The red lines are false are and they are not useful, you solved it but the last lines are not equal to the previous ones

 

[evinda]

$$x \in A-(B \cup C) \leftrightarrow x \in A \wedge x \notin B \cup C \rightarrow x \in A \wedge x \notin B \wedge x \notin C \\ \leftrightarrow (x \in A \wedge x \notin B) \wedge (x \in A \wedge x \notin C) \leftrightarrow x \in A-B \wedge x \in A-C \leftrightarrow x \in (A-B) \cap (A-C)$$

 

[soroban]

Hello, KOO!

We should work on one side of the equation.

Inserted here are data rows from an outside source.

/* Range over [low, high] of the score (times y where asked) as one formula has it. */
static lm_range formula_range(const law *l, size_t which, double low, double high, bool times_y)
{
    if (which == 0 || which == l->pieces + 1) { /* (1 + shape) / (scale + shape z): monotone, times y too */
        const tail *t = &l->tail[which != 0];
        double at[2] = {low, high}, value[2], sign = side_sign[which != 0];
        for (int k = 0; k < 2; k++) {
            double reach = t->scale + t->shape * sign * (at[k] - t->threshold), over = times_y ? at[k] : 1;
            value[k] = isinf(reach) && times_y ? -(1 + t->shape) / t->shape : -sign * (1 + t->shape) * (over / reach);
        }
        return (lm_range){fmin(value[0], value[1]), fmax(value[0], value[1])};
    }
    size_t piece = which - 1;
    const double *c = l->cubic[piece];
    double h = width(l, piece), start = l->knot[piece];
    double score[4] = {c[1] / h, 2 * c[2] / h, 3 * c[3] / h, 0};
    double product[4] = {start * score[0], start * score[1] + h * score[0], start * score[2] + h * score[1],
                         h * score[2]};
    return lm_cubic_range(times_y ? product : score, (low - start) / h, (high - start) / h);
}

static lm_range range_over(const law *l, double low, double high, bool times_y)
{
    size_t first, last;
    formulas(l, low, high, &first, &last);
    lm_range all = {INFINITY, -INFINITY};
    for (size_t i = first; i <= last; i++) {
        double from = i == first ? low : l->knot[i - 1], to = i == last ? high : l->knot[i];
        lm_range r = formula_range(l, i, from, to, times_y);
        all = (lm_range){fmin(all.low, r.low), fmax(all.high, r.high)};
    }
    return all;
}

static lm_range score_range(const lm_term *term, double low, double high)
{
    return range_over(of(term), low, high, false);
}

static lm_range tail_range(const lm_term *term, double low, double high)
{
    return range_over(of(term), low, high, true);
}

/* A tail as it stands in readings: score = -sign (1 + shape) / (scale + shape sign (x - threshold)). */
typedef struct {
    double threshold, scale, shape, sign, log_edge;
} far_tail;

static far_tail in_readings(const lm_term *term, int side)
{
    const tail *t = &of(term)->tail[side];
    double stretch = fabs(term->scale);
    return (far_tail){.threshold = term->shift + term->scale * t->threshold,
                      .scale = t->scale * stretch,
                      .shape = t->shape,
                      .sign = term->scale > 0 ? side_sign[side] : -side_sign[side],
                      .log_edge = term->log_weight + t->log_edge - log(stretch)};
}

static double far_log_pdf(const far_tail *t, double x)
{
    return t->log_edge + decay(fmax(t->sign * (x - t->threshold), 0), t->scale, t->shape);
}

static double reach(const far_tail *t, double x)
{
    return t->scale + t->shape * t->sign * (x - t->threshold);
}

static double far_score(const far_tail *t, double x)
{
    return -t->sign * (1 + t->shape) / reach(t, x);
}

static void include(lm_range *range, double value)
{
    range->low = fmin(range->low, value);
    range->high = fmax(range->high, value);
}

/* x at which reach(a) = factor reach(b): one line meets another. */
static double meeting(const far_tail *a, const far_tail *b, double factor)
{
    double slope = a->shape * a->sign - factor * b->shape * b->sign;
    double apart = a->threshold - b->threshold; /* counted from b's threshold */
    return b->threshold + (factor * b->scale - a->scale + a->shape * a->sign * apart) / slope;
}

/* Two tails: the log ratio and its slope have one stationary point each at most. */
static void tails_ratio(const far_tail *a, const far_tail *b, double low, double high, lm_range *value, lm_range *slope)
{
    double first = far_log_pdf(a, low) - far_log_pdf(b, low), last = far_log_pdf(a, high) - far_log_pdf(b, high);
    double s_low = far_score(a, low) - far_score(b, low), s_high = far_score(a, high) - far_score(b, high);
    *value = (lm_range){fmin(first, last), fmax(first, last)};
    *slope = (lm_range){fmin(s_low, s_high), fmax(s_low, s_high)};
    double still = meeting(a, b, a->sign * b->sign * (1 + a->shape) / (1 + b->shape));
    if (still > low && still < high)
        include(value, far_log_pdf(a, still) - far_log_pdf(b, still));
    double bend = meeting(a, b, sqrt((1 + a->shape) * a->shape / ((1 + b->shape) * b->shape)));
    if (bend > low && bend < high)
        include(slope, far_score(a, bend) - far_score(b, bend));
}

/* Log density in readings on a piece as a cubic in s, where x = low + s (high - low). */
static void stretched(const lm_term *term, size_t piece, double low, double high, double out[4])
{
    const law *l = of(term);
    const double *c = l->cubic[piece];
    double unit = term->scale * width(l, piece);
    double start = ((low - term->shift) / term->scale - l->knot[piece]) / width(l, piece), d = (high - low) / unit;
    out[0] = lm_cubic(c, start) + term->log_weight - log(fabs(term->scale));
    out[1] = d * (c[1] + start * (2 * c[2] + start * 3 * c[3]));
    out[2] = d * d * (c[2] + 3 * start * c[3]);
    out[3] = d * d * d * c[3];
}

/* Which formula holds over all of an interval of readings; false where several do. */
static bool one_formula(const lm_term *term, double low, double high, size_t *which)
{
    double a = (low - term->shift) / term->scale, b = (high - term->shift) / term->scale;
    size_t last;
    formulas(of(term), fmin(a, b), fmax(a, b), which, &last);
    return *which == last;
}

static bool ratio(const lm_term *a, const lm_term *b, double low, double high, lm_range *value, lm_range *slope)
{
    const law *la = of(a), *lb = of(b);
    size_t fa, fb;
    if (!one_formula(a, low, high, &fa) || !one_formula(b, low, high, &fb))
        return false;
    bool tail_a = fa == 0 || fa > la->pieces, tail_b = fb == 0 || fb > lb->pieces;
    if (tail_a != tail_b)
        return false;
    if (tail_a) {
        far_tail one = in_readings(a, fa != 0), two = in_readings(b, fb != 0);
        tails_ratio(&one, &two, low, high, value, slope);
        if (!isnan(value->low) && !isnan(slope->low))
            return true;
        return false;
    }
    double ca[4], cb[4], c[4], across = high > low ? high - low : 1; /* a single reading still has a slope */
    stretched(a, fa - 1, low, low + across, ca);
    stretched(b, fb - 1, low, low + across, cb);
    for (int k = 0; k < 4; k++)
        c[k] = ca[k] - cb[k];
    double end = high > low ? 1 : 0, rounding = 8 * DBL_EPSILON * (fabs(ca[0]) + fabs(cb[0]));
    double score[4] = {c[1] / across, 2 * c[2] / across, 3 * c[3] / across, 0};
    *value = lm_cubic_range(c, 0, end);
    *slope = lm_cubic_range(score, 0, end);
    if (high > low) { /* what rounding in two numbers of this size leaves of their difference */
        value->low -= rounding;
        value->high += rounding;
    }
    return true;
}

const lm_family lm_family_from_readings = {
    .name = "from_readings",
    .log_pdf = log_pdf,
    .log_cdf = log_cdf,
    .log_sf = log_sf,
    .log_mass = log_mass,
    .quantile = quantile,
    .moments = moments,
    .support = support,
    .landmarks = landmarks,
    .score_range = score_range,
    .tail_range = tail_range,
    .ratio = ratio,
};

/* ---- construction ---- */

static void destroy(lm_shared *shared)
{
    law *l = (law *)(void *)shared;
    lm_release(l->given);
    lm_release(l->knot);
    lm_release(l->cubic);
    lm_release(l->panel);
    lm_release(l);
}

static lm_status check(const lm_spline_law *given, lm_fault *fault)
{
    if (given->knots < 2)
        return lm_refuse(fault, LM_SIZE, "knots", (double)given->knots, -1, "at least 2");
    for (size_t i = 0; i < given->knots; i++) {
        ptrdiff_t at = (ptrdiff_t)i;
        if (!(fabs(given->knot[i]) <= 1e307) || (i > 0 && !(given->knot[i] > given->knot[i - 1])))
            return lm_refuse(fault, LM_DOMAIN, "knots", given->knot[i], at, "finite numbers in ascending order");
        if (!isfinite(given->log_density[i]))
            return lm_refuse(fault, LM_DOMAIN, "log_density", given->log_density[i], at, "finite numbers");
        if (!isfinite(given->slope[i]))
            return lm_refuse(fault, LM_DOMAIN, "slope", given->slope[i], at, "finite numbers");
    }
    for (int side = 0; side < 2; side++) {
        if (!(isfinite(given->tail_scale[side]) && given->tail_scale[side] > 0))
            return lm_refuse(fault, LM_DOMAIN, "tail_scale", given->tail_scale[side], side, "a finite number > 0");
        if (!(isfinite(given->tail_shape[side]) && given->tail_shape[side] >= 0))
            return lm_refuse(fault, LM_DOMAIN, "tail_shape", given->tail_shape[side], side, "a finite number >= 0");
    }
    return LM_OK;
}

/* Carries knots and cubics to the standard law. */
static void standardise(law *l)
{
    const lm_spline_law *g = &l->law;
    double narrow = INFINITY;
    l->shift = g->knot[0];
    for (size_t i = 1; i < g->knots; i++)
        l->shift = fabs(g->knot[i]) < fabs(l->shift) ? g->knot[i] : l->shift;
    for (size_t i = 0; i < l->pieces; i++)
        narrow = fmin(narrow, g->knot[i + 1] - g->knot[i]);
    l->scale = ldexp(1, ilogb(narrow));
    double log_scale = log(l->scale);
    for (size_t i = 0; i <= l->pieces; i++)
        l->knot[i] = (g->knot[i] - l->shift) / l->scale;
    for (size_t i = 0; i < l->pieces; i++) {
        double h = g->knot[i + 1] - g->knot[i], rise = g->log_density[i + 1] - g->log_density[i];
        double first = h * g->slope[i], last = h * g->slope[i + 1], *c = l->cubic[i];
        c[0] = g->log_density[i] + log_scale;
        c[1] = first;
        c[2] = 3 * rise - 2 * first - last;
        c[3] = first + last - 2 * rise;
    }
    for (int side = 0; side < 2; side++) {
        size_t end = side == 0 ? 0 : l->pieces;
        double scale = g->tail_scale[side] / l->scale, edge = g->log_density[end] + log_scale;
        l->tail[side] = (tail){l->knot[end], scale, g->tail_shape[side], edge, edge + log(scale)};
    }
}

Let $$A, B, C$$ be three sets.
Prove that:.$$A - (B \cup C) \:=\: (A-B) \cap (A-C)$$

$$\begin{array}{cccccc} 1. & A -(B \cap C) && 1. &\text{Given} \\ 2. & A \cap(B\cup C)^c && 2. &\text{def. Subtr'n} \\ 3. & A \cap B^c \cap C^c && 3. & \text{DeMorgan} \\ 4. & A \cap A \cap B^c \cap C^c && 4. & \text{Duplication} \\ 5. & A\cap B^c \cap A \cap C^c && 5. & \text{Commutative} \\ 6. & (A \cap B^c) \cap (A \cap C^c) && 6. & \text{Associative} \\ 7. & (A-B) \cap (A-C) && 7. & \text{def. Subtr'n}\end{array}$$

 

[blue_raver22]

Yes, this is correct. You have correctly used the distributive property of set operations to show that the left-hand side (L.H.S) and right-hand side (R.H.S) are equal. Therefore, you have proved that A - (B U C) = (A - B) ∩ (A - C).